# 'A Labor of Respect'



## Tortuga (May 21, 2004)

This 'un here is a 'first and last' for me. Whupped out a Majestic rollerball from all antler.. Man...I spent three days trying to cut and drill any piece of antler I had that was thick enough for a BIG pen..but didn't have a big core of marrow.. Whew !!! ...got 'er done....This is a WHOPPER and came out right nice I think...

It's a 'special project' as a show of thanks for all he does for others for our ol' buddy, 'Stumpy'/George...aka 'State Vet'...

Git ready, George...Even a 'one-winged' bozo ought to be able to handle this 'un....I'll send it along with the 'Good Ol' Boys' gifts soon as I get thru with them....

Gracias, por todo, Amigo....:cheers:


----------



## Slip (Jul 25, 2006)

Nice looking pen. I like the color in the antler. Great job Jim.


----------



## trodery (Sep 13, 2006)

Very nice Jim! I bet that sucka weighs about two pounds!


----------



## State_Vet (Oct 10, 2006)

Tortuga said:


> This 'un here is a 'first and last' for me. Whupped out a Majestic rollerball from all antler.. Man...I spent three days trying to cut and drill any piece of antler I had that was thick enough for a BIG pen..but didn't have a big core of marrow.. Whew !!! ...got 'er done....This is a WHOPPER and came out right nice I think...
> 
> It's a 'special project' as a show of thanks for all he does for others for our ol' buddy, 'Stumpy'/George...aka 'State Vet'...
> 
> ...


Man Jim that's just awesome, I don't do all of it by myself (for the vets) I have plenty of great people that work just as hard.
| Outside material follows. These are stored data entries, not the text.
"""Jobs that bring another scan to a draft. Their outcomes are shown first; the browser makes a step of the one that is accepted."""

import sqlite3
from contextlib import closing
from dataclasses import asdict
from pathlib import PurePath
from typing import Any

from curvebank import recipe

from . import desk_drafts, desk_file, desk_sheets, documents, sources
from .api.models import SheetChoice
from .bank_access import settings_of
from .jobs import Job
from .page_store import FIRST_DPI, PageKey, describe
from .problems import Problem
from .services import Services


def _head(db: sqlite3.Connection, draft_id: str) -> tuple[dict[str, Any], int, PageKey]:
    draft = desk_drafts.row_of(db, draft_id)
    doc = desk_drafts.doc_at(db, draft_id, draft["head"])
    key = documents.page_key(doc, draft["sheet_sha256"])
    if key is None:
        raise Problem(422, "no-sheet", "The draft has no sheet", "Lay a sheet on the desk first.", path="$.sheet")
    return doc, draft["head"], key


def _known(services: Services, db: sqlite3.Connection, choice: SheetChoice) -> tuple[PageKey, str]:
    known = desk_sheets.describe(db, choice.sha256) or sources.describe_in_bank(services.bank, choice.sha256)
    if known is None:
        raise Problem(404, "no-such-sheet", "The sheet is not here", "Neither the desk nor the bank holds this sheet. Add its file first.")
    return PageKey(choice.sha256, choice.page, float(choice.dpi), choice.turn), choice.file or known["file_name"]


def carry(services: Services, db: sqlite3.Connection, draft_id: str, choice: SheetChoice) -> Job:
    """Queue the carrying of the draft's head onto another scan. Its outcome: ``{draft, step, recipe, report, page}``."""
    doc, step, old = _head(db, draft_id)
    new, file = _known(services, db, choice)
    if new == old:
        detail = "This is the very page the draft works on. Choose the other scan, or another page or turn of it."
        raise Problem(422, "same-sheet", "Nothing to carry", detail, path="$.sheet")
    arguments = {
        "desk": str(services.desk),
        "bank": str(services.bank),
        "cache": str(services.cache),
        "doc": recipe.to_bytes({k: v for k, v in doc.items() if not k.startswith("x-")}),
        "old": tuple(old),
        "old_info": asdict(services.pages.info(old)),
        "new": tuple(new),
        "new_info": asdict(services.pages.info(new)),
        "file": file,
        "settings": settings_of(services.bank),
    }

    def keep(job: Job, value: dict[str, Any]) -> None:
        page = describe(services.pages.info(new), new.dpi)
        _done(services, job, {"draft": draft_id, "step": step, **value, "page": page})

    return services.jobs.submit("carry", f"carry:{draft_id}:{step}:{new.name}", arguments, on_done=keep)


def join(services: Services, db: sqlite3.Connection, draft_id: str, choice: SheetChoice, ties: list[Any] | None) -> Job:
    """Queue the joining of the draft's page and its second half. Its outcome: ``{draft, step, sheet, report, page}``."""
    doc, step, first = _head(db, draft_id)
    second, file = _known(services, db, choice)
    own = documents.text(documents.part(doc, "sheet").get("file")) or "sheet"
    name = f"{PurePath(own).stem[:100]} + {PurePath(file).stem[:100]}.png"
    arguments = {
        "desk": str(services.desk),
        "bank": str(services.bank),
        "first": tuple(first),
        "second": tuple(second),
        "ties": ties,
    }

    def keep(job: Job, value: dict[str, Any]) -> None:
        info = services.pages.first_page(value["png"])
        with closing(desk_file.connect(services.desk)) as own_db:
            sha = desk_sheets.add(own_db, value["png"], file_name=name, media=info.media, pages=1)
        sheet = {"file": name, "sha256": sha, "page": 1}
        _done(
            services, job, {"draft": draft_id, "step": step, "sheet": sheet, "report": value["report"], "page": describe(info, FIRST_DPI)}
        )

    return services.jobs.submit("join", f"join:{draft_id}:{step}:{second.name}:{ties}", arguments, on_done=keep)


KEPT = 6
"""Outcomes remembered: each may hold a few hundred kilobytes of traces."""


def _done(services: Services, job: Job, outcome: dict[str, Any]) -> None:
    services.outcomes[job.id] = outcome
    while len(services.outcomes) > KEPT:
        services.outcomes.pop(next(iter(services.outcomes)))
    job.result_url = f"/api/drafts/{outcome['draft']}/outcomes/{job.id}"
As far as the other little stuff I do well it's just part of being a good neighbor in this big ol' world all I ask is for people to "pass it on".

That's a great looking pen Jim, true craftsmanship, after all that I've been thru this week, I needed a little cheering up, thanks friend.


----------



## bill (May 21, 2004)

Outstanding looking pen!


----------



## Robert A. (Jan 8, 2009)

That sure is one Beautiful Pan Mate!!!!


----------



## Viking48 (Jan 24, 2006)

Great job, Jim. Truly one of a kind.


----------



## biggreen (Feb 23, 2005)

Looks good. I did one of those a while back out of mesquite. Man those pens weigh a ton. They write great though. The spring backed rollerball is nice.
later, biggreen


----------



## Texas T (May 21, 2004)

One word for that pen *AWESOME!!!*


----------



## Flat Fish (Jun 18, 2005)

That is a cool pen Jim. Good job!


----------



## Tortuga (May 21, 2004)

trodery said:


> Very nice Jim! I bet that sucka weighs about two pounds!


LOL..Pretty close, Trod (as you well know).. A shirt pocket won't cut it with the Majestics... gotta have a belt holster for them...but George is purty good with 'sheaths'....:biggrin:


----------



## State_Vet (Oct 10, 2006)

Tortuga said:


> LOL..Pretty close, Trod (as you well know).. A shirt pocket won't cut it with the Majestics... gotta have a belt holster for them...but George is purty good with 'sheaths'....:biggrin:


I should have your "payback" finished today for the pen


----------



## Tortuga (May 21, 2004)

State_Vet said:


> I should have your "payback" finished today for the pen


NO payback needed, George.. I ain't got nuthin' but time..SO....

back off and take care of yoreself.. Your health is mucho more important to me than my knife.....but thanks again...

jim


----------



## State_Vet (Oct 10, 2006)

Tortuga said:


> NO payback needed, George.. I ain't got nuthin' but time..SO....
> 
> back off and take care of yoreself.. Your health is mucho more important to me than my knife.....but thanks again...
> 
> jim


Too late:tongue:


----------



## huntr4life (Apr 30, 2007)

Great looking pen!


----------